W odpowiedzi Buda stwierdził, że "nie było masowego zamawiania zboża z Ukrainy" i "nie ma zalewania rynku polskiego ukraińskim zbożem". "My pomagamy tylko w logistyce, jesteśmy pośrednikami" - podkreślił.

Jak tłumaczył minister rozwoju, zboże z Ukrainy, które będzie przejeżdżało przez Polskę, było zakontraktowane jeszcze przed wybuchem wojny.

"Najczęściej była to kontraktacja zimowa, a teraz musi to zboże trafić do krajów docelowych, żeby po pierwsze nie doprowadzić do dramatycznej sytuacji żywnościowej, po drugie żeby Ukraina wywiązała się z kontraktów, bo inaczej grozi jej kara wynikająca z (ich) niedotrzymania" - zaznaczył Buda.

Reklama

Jak podkreślił szef MRiT, Polska jedynie pośredniczy w przesyłaniu ukraińskiego zboża "na świat".

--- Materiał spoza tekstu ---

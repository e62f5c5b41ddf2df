package pattern

import (
	"fmt"
	"regexp"
	"regexp/syntax"
	"sort"
	"strings"
	"sync"

	"glossmith/grammar"
	"glossmith/internal/suggest"
)

// MaxAtoms is the largest number of distinct token tests one Matcher can
// hold. Alternatives of plain words ("a" | "an" | "the") count as one test,
// so the limit is rarely near.
const MaxAtoms = 64

// maxInsts bounds the size of one compiled rule (after inlining and
// expanding counted repetition).
const maxInsts = 20000

// opcodes of the compiled program.
const (
	opMatch uint8 = iota
	opPred        // consume one token if predicate arg holds, then goto out
	opSplit       // goto out (preferred) or out1
	opNop         // goto out
	opSave        // record the position in slot arg, goto out
	opBegin       // goto out at the sentence start
	opEnd         // goto out at the sentence end
)

type inst struct {
	op       uint8
	arg      int32
	out      int32
	out1     int32
	reserved int32
}

// prog is one rule compiled to a Thompson NFA.
type prog struct {
	name   string
	insts  []inst
	start  int32
	labels []string // slot 2k, 2k+1 hold the span of labels[k]

	// Precomputed for the DFAs: "important" instructions are the ones a
	// state must remember (opPred, opMatch, opEnd); bit b of a state set
	// stands for important instruction imp[b].
	imp        []int32
	nw         int      // words per state set
	succ       []uint64 // succ[b*nw:] = important closure of imp[b].out
	predOf     []int32  // predicate of imp[b] (opPred) or -1
	predMask   []uint64
	endMask    []uint64
	matchBit   int
	endAccept  []bool // opEnd bit b: at the sentence end, out reaches match
	startMid   []uint64
	startBegin []uint64
	// group, off: the rule's group and the word offset of its set within
	// the group's sets; bit: the rule's bit in the group's masks.
	group, off, bit int

	// required lists predicates that every match reads a token for: a
	// sentence without any token satisfying one of them cannot match, and
	// the rule is skipped without running its automata.
	required []int32
}

// formula is a test about one token built from atoms.
type formula struct {
	op   byte // 'a' atom, '!' not, '&' and, '|' or, 't' true
	atom int
	subs []*formula
}

func (f *formula) eval(bits uint64) bool {
	switch f.op {
	case 'a':
		return bits&(1<<uint(f.atom)) != 0
	case '!':
		return !f.subs[0].eval(bits)
	case '&':
		for _, s := range f.subs {
			if !s.eval(bits) {
				return false
			}
		}
		return true
	case '|':
		for _, s := range f.subs {
			if s.eval(bits) {
				return true
			}
		}
		return false
	}
	return true
}

func (f *formula) key() string {
	switch f.op {
	case 'a':
		return fmt.Sprint(f.atom)
	case 't':
		return "t"
	case '!':
		return "!" + f.subs[0].key()
	}
	parts := make([]string, len(f.subs))
	for i, s := range f.subs {
		parts[i] = s.key()
	}
	return "(" + strings.Join(parts, string(f.op)) + ")"
}

// Matcher finds the matches of a set of compiled rules in tagged sentences.
// It is safe for concurrent use: each call takes its working memory (and
// its lazily built automata) from a pool.
type Matcher struct {
	progs []*prog
	atoms []*atom
	preds []*formula

	fieldMask [numFields]uint64 // cached atoms by the token field they read
	anyBits   uint64            // atoms true for every token
	direct    []*atom           // cheap word tests, evaluated on every token
	directBit []uint64
	formGate  *[256]bool // first bytes that can pass a cached word test; nil: any
	wordGate  *[256]bool // first bytes that can pass any word test; nil: any

	// groups splits the rules into runs of at most 64 that share one
	// reverse automaton (see group).
	groups []*group

	pool sync.Pool
}

// Rules returns the names of the compiled rules, in order.
func (m *Matcher) Rules() []string {
	out := make([]string, len(m.progs))
	for i, p := range m.progs {
		out[i] = p.name
	}
	return out
}

// Labels returns the labels of rule name (nil if it has none or is not
// compiled).
func (m *Matcher) Labels(name string) []string {
	for _, p := range m.progs {
		if p.name == name {
			return append([]string(nil), p.labels...)
		}
	}
	return nil
}

// Compile compiles the named rules of rs, referenced rules inlined, into
// one Matcher. With no names it compiles every rule whose name does not
// start with "_" (helper rules, by convention).
func Compile(rs *grammar.RuleSet, names ...string) (*Matcher, error) {
	if rs == nil {
		return nil, fmt.Errorf("pattern: no rule set")
	}
	if len(names) == 0 {
		for _, r := range rs.Rules {
			if !strings.HasPrefix(r.Name, "_") {
				names = append(names, r.Name)
			}
		}
		if len(names) == 0 {
			return nil, fmt.Errorf("pattern: the rule set has no rules to match (helpers named _… are not matched on their own)")
		}
	}
	c := &compiler{rs: rs, m: &Matcher{}, atomIdx: map[string]int{}, predIdx: map[string]int{}, refFormula: map[string]*formula{}}
	for _, name := range names {
		r := rs.Rule(name)
		if r == nil {
			msg := fmt.Sprintf("pattern: no rule %q", name)
			if h := suggest.Hint(name, rs.Names()); h != "" {
				msg += " — " + h
			}
			return nil, fmt.Errorf("%s", msg)
		}
		p, err := c.compileRule(r)
		if err != nil {
			return nil, ruleError(rs, r, "%s", strings.TrimPrefix(err.Error(), "pattern: "))
		}
		c.m.progs = append(c.m.progs, p)
	}
	m := c.m
	gate, gated := &[256]bool{}, true
	for i, a := range m.atoms {
		switch {
		case a.kind == grammar.Any:
			m.anyBits |= 1 << uint(i)
		case a.direct():
			m.direct = append(m.direct, a)
			m.directBit = append(m.directBit, 1<<uint(i))
		default:
			m.fieldMask[a.field()] |= 1 << uint(i)
			if a.field() == fieldForm {
				if a.first == nil {
					gated = false
				} else {
					for b, ok := range a.first {
						gate[b] = gate[b] || ok
					}
				}
			}
		}
	}
	if gated {
		m.formGate = gate
		// The word gate also covers the direct tests, where their first
		// byte is known; a token whose first byte is outside it needs no
		// word test at all.
		words := *gate
		for _, a := range m.direct {
			switch {
			case a.fold0 != 0:
				words[a.fold0] = true
				if 'a' <= a.fold0 && a.fold0 <= 'z' {
					words[a.fold0-'a'+'A'] = true
				}
				for b := 0x80; b < 0x100; b++ { // non-ASCII letters may fold
					words[b] = true
				}
			case a.kind == grammar.WordExact && a.value != "":
				words[a.value[0]] = true
			default:
				gated = false
			}
		}
		if gated {
			m.wordGate = &words
		}
	}
	for start := 0; start < len(m.progs); start += 64 {
		g := &group{}
		for k := start; k < min(start+64, len(m.progs)); k++ {
			g.rules = append(g.rules, k)
			g.off = append(g.off, g.nw)
			g.nw += m.progs[k].nw
			m.progs[k].group, m.progs[k].off, m.progs[k].bit = len(m.groups), g.off[len(g.off)-1], k-start
		}
		m.groups = append(m.groups, g)
	}
	m.pool.New = func() any { return newScratch(m) }
	return m, nil
}

// ruleError is a problem with rule r, positioned at the rule so that
// messages say file:line:col.
func ruleError(rs *grammar.RuleSet, r *grammar.Rule, format string, args ...any) error {
	return grammar.ErrorList{{Pos: r.Pos, Msg: fmt.Sprintf(format, args...), Source: rs.SourceLine(r.Pos)}}
}

// coverError reports a rule that can match no token (it would never
// match, which is a mistake rather than a search worth running), or nil.
func coverError(rs *grammar.RuleSet, r *grammar.Rule) error {
	if grammar.CanCoverToken(rs, r.Expr) {
		return nil
	}
	what := "rule " + r.Name
	if r.Name == grammar.PatternRule && r.Pos.File == "pattern" {
		what = "the pattern"
	}
	return ruleError(rs, r, "%s can match no token, and every match covers at least one: it would never match", what)
}

// CheckRules compiles the rules that commands run — each rule of rs whose
// name does not start with "_" — as `rules check` does before any text is
// read: each alone, so that a rule too large to run or one that can match
// no token is reported at its file:line:col, then all together (as `find
// --rules` runs them), which can exceed MaxAtoms.
func CheckRules(rs *grammar.RuleSet) grammar.ErrorList {
	var errs grammar.ErrorList
	var names []string
	for _, r := range rs.Rules {
		if strings.HasPrefix(r.Name, "_") {
			continue
		}
		names = append(names, r.Name)
		err := coverError(rs, r)
		if err == nil {
			_, err = Compile(rs, r.Name)
		}
		if err != nil {
			errs = append(errs, asErrorList(err)...)
		}
	}
	if len(errs) == 0 && len(names) > 1 {
		if _, err := Compile(rs, names...); err != nil {
			errs = append(errs, asErrorList(err)...)
		}
	}
	errs.Sort()
	return errs
}

func asErrorList(err error) grammar.ErrorList {
	if el, ok := err.(grammar.ErrorList); ok {
		return el
	}
	return grammar.ErrorList{{Msg: err.Error()}}
}

// group is a run of at most 64 rules whose reverse automata run as one:
// a state of the group's reverse DFA is the concatenation of its rules'
// state sets (rule k's set in words off[k]…), so one table look-up per
// token advances all of them, and a 64-bit mask per state says which of
// the rules can start a match there.
type group struct {
	rules []int // indexes into Matcher.progs, in order
	off   []int // word offset of each rule's set within a group set
	nw    int   // words per group set
}
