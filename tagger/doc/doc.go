// Package doc is glossmith's small data model: a document's plain text and
// the sentences of tokens cut from it. Every other package imports it, so it
// holds data only — no reading, tokenizing or tagging logic.
//
// A token always knows its way back to the source: its byte offsets into the
// document's Text and the line on which it starts. Rebuilding the text from
// the tokens and the white space between them gives the text back exactly;
// this is what lets CoNLL-U output carry SpaceAfter=No and what lets a
// concordance or a glossary context quote the original words.
package doc

import "math"

// Token is one word or punctuation mark of a sentence.
type Token struct {
	// Form is the token as written. For text read from a document it equals
	// Text[Start:End] of the document; for CoNLL-U input it is the FORM column.
	Form string
	// Start and End are byte offsets into Document.Text (End exclusive),
	// 32-bit: a document's text is at most MaxText bytes. (Tokens are the
	// bulk of what annotation writes and reads; at 80 bytes a token rather
	// than 96 the tokenizer's and collector's shares of a terms run fell
	// by a point and a half between them, in four alternated pairs.)
	Start, End int32
	// Line is the 1-based line of the source on which the token starts: the
	// line of the extracted text for prose formats, the token's own row for
	// CoNLL-U input, so that a user can find it again in the file they have.
	Line int32
	// SpaceAfter reports whether white space follows the token in the text.
	SpaceAfter bool
	// FusedNext marks a token that is written together with the next one as a
	// single orthographic word and was split only for analysis, as UD splits
	// clitics: "don't" = "do" + "n't", "valve's" = "valve" + "'s". CoNLL-U
	// writes such a group under one multiword-token range line.
	FusedNext bool

	// Annotation. Empty until a tagger (or a pre-tagged CoNLL-U file) fills it.
	Lemma string
	UPOS  string
	XPOS  string
}

// UPOSTags are the 17 Universal Dependencies part-of-speech tags
// (universaldependencies.org/u/pos/), in the order of that page: the
// values a token's UPOS may take.
var UPOSTags = []string{
	"ADJ", "ADP", "ADV", "AUX", "CCONJ", "DET", "INTJ", "NOUN", "NUM",
	"PART", "PRON", "PROPN", "PUNCT", "SCONJ", "SYM", "VERB", "X",
}

// MaxText is the largest Document.Text, in bytes, that token offsets can
// address. Readers refuse larger documents with an error (their default
// cap is far lower); tokenizing a longer text stops at this length.
const MaxText = math.MaxInt32

// Sentence is a run of tokens that patterns and counts never cross.
type Sentence struct {
	// ID is the sentence's identifier: the CoNLL-U "sent_id" when the input
	// carried one, otherwise empty (writers then number sentences themselves).
	ID string
	// Index is the sentence's position in its document, counted from 0.
	Index int
	// Tokens in text order.
	Tokens []Token
	// NewPar marks the first sentence of a paragraph (blank line, heading,
	// block element or "# newpar").
	NewPar bool
	// Rows are the sentence's lines as a CoNLL-U input gave them (comments,
	// token rows, multiword-token and empty-node rows, without line
	// breaks), so that CoNLL-U output can pass them through and fill only
	// the empty annotation cells; nil for sentences cut from text.
	Rows []string
}

// Start returns the byte offset of the sentence's first token, or -1 for an
// empty sentence.
func (s *Sentence) Start() int {
	if len(s.Tokens) == 0 {
		return -1
	}
	return int(s.Tokens[0].Start)
}

// End returns the byte offset just past the sentence's last token, or -1.
func (s *Sentence) End() int {
	if len(s.Tokens) == 0 {
		return -1
	}
	return int(s.Tokens[len(s.Tokens)-1].End)
}

// Line returns the line on which the sentence starts, or 0 when it is empty.
func (s *Sentence) Line() int {
	if len(s.Tokens) == 0 {
		return 0
	}
	return int(s.Tokens[0].Line)
}

// Tagged reports whether every token of the sentence carries a UPOS tag.
func (s *Sentence) Tagged() bool {
	for i := range s.Tokens {
		if s.Tokens[i].UPOS == "" {
			return false
		}
	}
	return len(s.Tokens) > 0
}

// Document is one input: its name, its plain text and, once tokenized, its
// sentences.
type Document struct {
	// Name is the path as the user gave it (or "-" for standard input); for a
	// file found inside a directory, the path below that directory joined to it.
	Name string
	// Format is the reader that produced Text: txt, md, html, docx, pdf, conllu.
	Format string
	// Text is the document's plain text, valid UTF-8, with markup removed.
	Text string
	// Sentences, filled by the tokenizer or taken as given from CoNLL-U.
	Sentences []Sentence
	// Pretokenized is true when the sentences came with the input (CoNLL-U)
	// and must not be re-tokenized.
	Pretokenized bool
}

// Tagged reports whether every sentence of the document carries tags, so a
// tagger can leave it alone (hand-annotated CoNLL-U input).
func (d *Document) Tagged() bool {
	for i := range d.Sentences {
		if !d.Sentences[i].Tagged() {
			return false
		}
	}
	return len(d.Sentences) > 0
}

// TokenCount returns the number of tokens in all sentences.
func (d *Document) TokenCount() int {
	n := 0
	for i := range d.Sentences {
		n += len(d.Sentences[i].Tokens)
	}
	return n
}

// LineAt returns the 1-based line number of byte offset off in Text.
func (d *Document) LineAt(off int) int {
	line := 1
	if off > len(d.Text) {
		off = len(d.Text)
	}
	for i := 0; i < off; i++ {
		if d.Text[i] == '\n' {
			line++
		}
	}
	return line
}
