import { router } from 'expo-router';
import { CarForm } from '../../components/CarForm';
import { Screen } from '../../components/Screen';
import { SignedInGate } from '../../components/SignedInGate';
import { EmptyState, ErrorState, LoadingState } from '../../components/StatusViews';
import { signInHref, useMeQuery } from '../../hooks/auth';
import { useKitsQuery } from '../../hooks/catalog';
import { useCreateCar } from '../../hooks/setups';

function AddCar() {
  const kits = useKitsQuery();
  const create = useCreateCar();
  if (kits.isPending) return <LoadingState label="Loading the kits…" />;
  if (kits.isError) return <ErrorState title="The kits could not load" message={kits.error.message} onRetry={() => void kits.refetch()} />;
  if (kits.data.length === 0) {
    return <EmptyState title="No kits to choose from yet" message="Kits and their stock sheets are added by admins; check back soon." />;
  }
  return (
    <CarForm
      kits={kits.data}
      pending={create.isPending}
      error={create.error}
      onSubmit={(values) => create.mutateAsync(values).then(() => router.replace('/garage'))}
    />
  );
}

export default function AddCarScreen() {
  const me = useMeQuery();
  return (
    <Screen title="Add a car" subtitle="Pick its kit so Tunefork knows which sheet it uses." back={{ href: '/garage', label: 'Back to Garage' }}>
      <SignedInGate me={me} signInHref={signInHref('/garage/add-car')}>
        {() => <AddCar />}
      </SignedInGate>
    </Screen>
  );
}
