import { router } from 'expo-router';
import { ImportSetupForm } from '../../components/ImportSetupForm';
import { Screen } from '../../components/Screen';
import { SignedInGate } from '../../components/SignedInGate';
import { EmptyState, ErrorState, LoadingState } from '../../components/StatusViews';
import { signInHref, useMeQuery } from '../../hooks/auth';
import { useGarageQuery, useImportSetup } from '../../hooks/setups';

function ImportSetup() {
  const garage = useGarageQuery();
  const importSetup = useImportSetup();
  if (garage.isPending) return <LoadingState label="Loading your cars…" />;
  if (garage.isError) {
    return <ErrorState title="Your cars could not load" message={garage.error.message} onRetry={() => void garage.refetch()} />;
  }
  if (garage.data.cars.length === 0) {
    return (
      <EmptyState
        title="An import needs a car"
        message="Add a car of the same class as the file first; the setup lands on it."
        actionLabel="Add a car"
        onAction={() => router.replace('/garage/add-car')}
      />
    );
  }
  return (
    <ImportSetupForm
      cars={garage.data.cars}
      pending={importSetup.isPending}
      error={importSetup.error}
      onReset={importSetup.reset}
      onSubmit={(input) => importSetup.mutateAsync(input).then((setup) => router.replace(`/setups/${setup.id}`))}
    />
  );
}

export default function ImportSetupScreen() {
  const me = useMeQuery();
  return (
    <Screen title="Import a setup file" subtitle="Bring in a sheet exported from Tunefork." back={{ href: '/garage', label: 'Back to Garage' }}>
      <SignedInGate me={me} signInHref={signInHref('/garage/import')}>
        {() => <ImportSetup />}
      </SignedInGate>
    </Screen>
  );
}
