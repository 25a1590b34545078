import { router } from 'expo-router';
import { CarsRequired } from '../../components/CarsRequired';
import { ImportSetupForm } from '../../components/ImportSetupForm';
import { Screen } from '../../components/Screen';
import { SignedInGate } from '../../components/SignedInGate';
import { signInHref, useMeQuery } from '../../hooks/auth';
import { useGarageQuery, useImportSetup } from '../../hooks/setups';

function ImportSetup() {
  const garage = useGarageQuery();
  const importSetup = useImportSetup();
  return (
    <CarsRequired
      garage={garage}
      emptyTitle="An import needs a car"
      emptyMessage="Add a car of the same class as the file first; the setup lands on it."
    >
      {(cars) => (
        <ImportSetupForm
          cars={cars}
          pending={importSetup.isPending}
          error={importSetup.error}
          onReset={importSetup.reset}
          onSubmit={(input) => importSetup.mutateAsync(input).then((setup) => router.replace(`/setups/${setup.id}`))}
        />
      )}
    </CarsRequired>
  );
}

export default function ImportSetupScreen() {
  const me = useMeQuery();
  return (
    <Screen title="Import a setup file" subtitle="Bring in a sheet exported from Tunefork." back={{ href: '/garage', label: 'Back to Garage' }}>
      <SignedInGate me={me} signInHref={signInHref('/garage/import')}>
        {() => <ImportSetup />}
      </SignedInGate>
    </Screen>
  );
}
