/**
 * `GET /api/moderation/mine`: moderation decisions about my content or account, newest first (at
 * most 100; dismissed reports are not decisions about me), each with whether I can still appeal.
 */
export async function listActionsOnMe(db: Database, me: Actor): Promise<ActionOnMe[]> {
  const actions = await db.sequelize.query<ActionRow>(
    `SELECT ${actionColumns()} FROM moderation_actions WHERE subject_user_id = :userId AND action <> 'dismiss'
      ORDER BY created_at DESC, id DESC LIMIT 100`,
    { replacements: { userId: me.id }, type: QueryTypes.SELECT },
  );
  if (!actions.length) return [];
  const appeals = await db.sequelize.query<AppealRow>(`SELECT ${APPEAL_COLUMNS} FROM appeals WHERE action_id IN (:ids)`, {
    replacements: { ids: actions.map((a) => a.id) },
    type: QueryTypes.SELECT,
  });
  const appealBy = new Map(appeals.map((a) => [a.actionId, a]));
  const contents = await describeTargets(db, actions.map((a) => ({ type: a.targetType, id: a.targetId })));
  return Promise.all(
    actions.map(async (a) => {
      const appeal = appealBy.get(a.id) ?? null;
      const refusal = await cannotAppealReason(db, a, appeal);
      const content = contents.get(`${a.targetType}:${a.targetId}`);
      return {
        ...toActionSummary(a),
        targetLabel: a.targetType === 'racer' ? 'Your profile and account' : (content?.label ?? 'Something that was deleted'),
        targetPath: content?.exists ? content.path : null,
        appealUntil: appealUntil(a.createdAt).toISOString(),
        canAppeal: refusal === null,
        cannotAppealReason: refusal,
        appeal: appeal ? toMyAppeal(appeal) : null,
      };
    }),
  );
}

W połowie czerwca został powołany międzyresortowy zespół, którego celem jest usprawnienie przepływu towarów - w szczególności zboża - z Ukrainy przez Polskę do innych krajów. Szefem zespołu został wicepremier, minister rolnictwa Henryk Kowalczyk.

Według szefa resortu rolnictwa "realna kwota" ukraińskiego zboża przewożonego przez Polskę wynieść 1-1,5 mln ton miesięcznie.

Prezydent USA Joe Biden zapowiedział ulokowanie przy granicach Ukrainy, w tym w Polsce, tymczasowych silosów, które pozwolą na eksport ukraińskiego zboża drogą lądową w związku z zablokowaniem portów czarnomorskich. Zastrzegł, że będzie to wymagać czasu.